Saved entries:
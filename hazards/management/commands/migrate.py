"""`migrate` as the owner of the tables, not as the application's role.

The application's role may not create or alter tables (hazards.dbroles). Some migrations
(ours and third-party data migrations) use the `default` connection rather than the
migrating one, and a second session would wait on the first one's locks; so while this
command runs, `default` itself connects as the owner, and afterwards as before.
"""

from __future__ import annotations

from django.core.management.commands.migrate import Command as DjangoMigrate
from django.db import connections


class Command(DjangoMigrate):
    def add_arguments(self, parser):
        super().add_arguments(parser)
        parser.set_defaults(database=None)  # unset: the owner, through `default`

    def execute(self, *args, **options):
        if options.get("database") or "owner" not in connections.settings:
            return super().execute(
                *args, **{**options, "database": options.get("database") or "default"}
            )
        default = connections["default"]
        saved = dict(default.settings_dict)
        default.close()
        default.settings_dict.update(
            {key: connections["owner"].settings_dict[key] for key in ("USER", "PASSWORD")}
        )
        try:
            return super().execute(*args, **{**options, "database": "default"})
        finally:
            default.close()
            default.settings_dict.clear()
            default.settings_dict.update(saved)
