def approval_blockers(process, sign, blocks) -> dict | None:
    """What refuses the approval the approver is offered, named before any password is typed
    (issue 21 item 5): the blocking findings not yet settled and the required measures that
    are unmet and not covered by a signed risk acceptance. The service refuses the same
    (`revisions._sign_locked`, `refuse_unmet_measures`); None when nothing blocks."""
    if not sign or sign["meaning"] != Meaning.APPROVED:
        return None
    found = list(finding_services.blocking_findings(process).select_related("owner"))
    unmet = [u for u in blocks["unmet"] if not u["accepted"]]
    return {"findings": found, "measures": unmet} if found or unmet else None


def _with_credential_notes(signatures) -> list:
    """Signatures, each with `credentials_note` when its signer's password changed shortly
    before it (issue 18 item 2)."""
    signatures = list(signatures)
    changed = credentials_changed_at(signatures)
    for sig in signatures:
        sig.credentials_note = (credentials_note(sig, changed[sig.pk])
                                if sig.pk in changed else "")
    return signatures


def _review_context(request, process, revision, **extra):
    baseline = last_approved(process, exclude=revision) if revision else None
    diff = None
    if revision is not None and baseline is not None:
        diff = humanise_diff(content_diff(baseline.content, revision.content),
                             record_names(baseline.content, revision.content))
    user = request.user
    light = on_light_path(revision)
    context = {
        "process": process, "revision": revision, "baseline": baseline, "diff": diff,
        "approval": approval_status(process),
        "signatures": _with_credential_notes(
            Signature.objects.filter(revision=revision).select_related("signer"))
        if revision else [],
        "transitions": revision.transitions.select_related("actor").order_by("at", "id")
        if revision else [],
        "findings": Finding.objects.filter(process=process).select_related(
            "owner", "raised_by").order_by("status", "due_date"),
        "actions": review_actions(user, process, revision, light=light),
        "printed_name": printed_name(user),
        "now": dt.datetime.now(dt.UTC),
        "finding_form": FindingForm(process=process),
        "shows_indicators": True,
        "light_path": light,
        "blocks": endorsement_blocks(revision),
        "can_accept_risk": bool(
            revision is not None and revision.state in ("lodged", "checked")
            and Role.APPROVER in roles_on(user, process.pk)),
    }
    context["approval_blockers"] = approval_blockers(
        process, context["actions"]["sign"], context["blocks"])
    if context["actions"]["sign"]:
        context.setdefault("sign_form", SignForm(initial={
            "meaning": context["actions"]["sign"]["meaning"]}))
    context.setdefault("send_back_form", SendBackForm())
    context.update(extra)
    return context


@login_required
def review_page(request, pk):
    process = visible_or_404(request.user, Process.objects.select_related("site"), pk=pk)
    revision = rev.current_revision(process)
    return render(request, "hazards/review.html", _review_context(request, process, revision))


def _revision(request, pk) -> ProcessRevision:
    revision = get_object_or_404(ProcessRevision.objects.select_related("process"), pk=pk)
    visible_or_404(request.user, Process.objects.all(), pk=revision.process_id)
    return revision


@sensitive_post_parameters("password")
@login_required
@require_POST
def sign(request, pk):
    revision = _revision(request, pk)
    process = revision.process
    form = SignForm(request.POST)
    if not form.is_valid():
        return render(request, "hazards/review.html", _review_context(
            request, process, revision, sign_form=form), status=400)
    try:
        rev.revision_sign(revision=revision, user=request.user,
                          password=form.cleaned_data["password"],
                          meaning=form.cleaned_data["meaning"], request=request,
                          reason=form.cleaned_data["reason"])
    except E.ReviewError as exc:
        revision.refresh_from_db()
        if isinstance(exc, E.SignatureRefused | E.Locked):
            form.add_error("password", exc.message)
            extra = {"sign_form": form}
        else:
            extra = {"error": exc.message}
        return render(request, "hazards/review.html", _review_context(
            request, process, revision, **extra), status=exc.status)
    messages.success(request, f"Signed: {Meaning(form.cleaned_data['meaning']).label}.")
    return redirect("web-review", pk=process.pk)


@sensitive_post_parameters("password")
@login_required
@require_POST
def risk_accept(request, pk):
    """The approver's signed acceptance of one unmet required measure of this revision."""
    revision = _revision(request, pk)
    form = RiskAcceptanceForm(request.POST)
    if not form.is_valid():
        return render(request, "hazards/review.html", _review_context(
            request, revision.process, revision, error="A reason and your password are "
            "needed to sign a risk acceptance."), status=400)
    try:
        acceptances.risk_accept(
            revision=revision, step_id=form.cleaned_data["step"],
            requirement_key=form.cleaned_data["requirement_key"],
            reason=form.cleaned_data["reason"], user=request.user,
            password=form.cleaned_data["password"], request=request)
    except E.ReviewError as exc:
        return render(request, "hazards/review.html", _review_context(
            request, revision.process, revision, error=exc.message), status=exc.status)
    messages.success(request, "Risk acceptance signed.")
    return redirect("web-review", pk=revision.process_id)


@login_required
@require_POST
def send_back(request, pk):
    revision = _revision(request, pk)
    form = SendBackForm(request.POST)
    if form.is_valid():
        try:
            rev.revision_send_back(revision=revision, user=request.user,
                                   reason=form.cleaned_data["reason"])
        except E.ReviewError as exc:
            return render(request, "hazards/review.html", _review_context(
                request, revision.process, revision, error=exc.message), status=exc.status)
        else:
            messages.success(request, "Sent back to the author; a new draft is open.")
            return redirect("web-review", pk=revision.process_id)
    return render(request, "hazards/review.html", _review_context(
        request, revision.process, revision, send_back_form=form), status=400)


@login_required
@require_POST
def open_revision(request, pk):
    process = visible_or_404(request.user, Process.objects.all(), pk=pk)
    try:
        rev.revision_open(process=process, user=request.user,
                          reason=request.POST.get("reason", "").strip()[:500])
    except E.ReviewError as exc:
        messages.error(request, exc.message)
    else:
        messages.success(request, "A new draft revision is open.")
    return redirect("web-review", pk=process.pk)


@login_required
@require_POST
def finding_raise(request, pk):
    process = visible_or_404(request.user, Process.objects.all(), pk=pk)
    form = FindingForm(request.POST, process=process)
    revision = rev.current_revision(process)
    if form.is_valid():
        try:
            finding_services.finding_raise(process=process, user=request.user,
                                           revision=revision, **form.cleaned_data)
        except E.ReviewError as exc:
            form.add_error(None, exc.message)
        else:
            messages.success(request, "Finding recorded.")
            return redirect("web-review", pk=process.pk)
    return render(request, "hazards/review.html", _review_context(
        request, process, revision, finding_form=form), status=400)
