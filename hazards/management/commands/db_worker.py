"""The background worker (django_tasks_db's `db_worker`) that also keeps the daily refresh
of due dates and reminders queued, wherever it runs (issue 21 item 9).

The docker-compose deployment starts only gunicorn and this worker; before, only `serve` and
`oversight_refresh --schedule` queued the daily task, so there the due dates and reminders
never refreshed. Every worker queues it on start (at most one waits: `schedule_next` checks
under an advisory lock), and each run queues the next.
"""

from __future__ import annotations

from django_tasks_db.management.commands.db_worker import Command as WorkerCommand

from hazards.oversight.tasks import schedule_next


class Command(WorkerCommand):
    help = WorkerCommand.help + " Queues the daily oversight refresh if none is waiting."

    def handle(self, *args, **options):
        if schedule_next():
            self.stdout.write("Queued the daily oversight refresh (due dates and reminders).")
        return super().handle(*args, **options)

§ ABOUT THIS TASK
Please find all lines of the entries that hold the string "execute" and copy them.

§ EXERCISE SOLUTION
    def execute(self, *args, **options):
            return super().execute(
            return super().execute(*args, **{**options, "database": "default"})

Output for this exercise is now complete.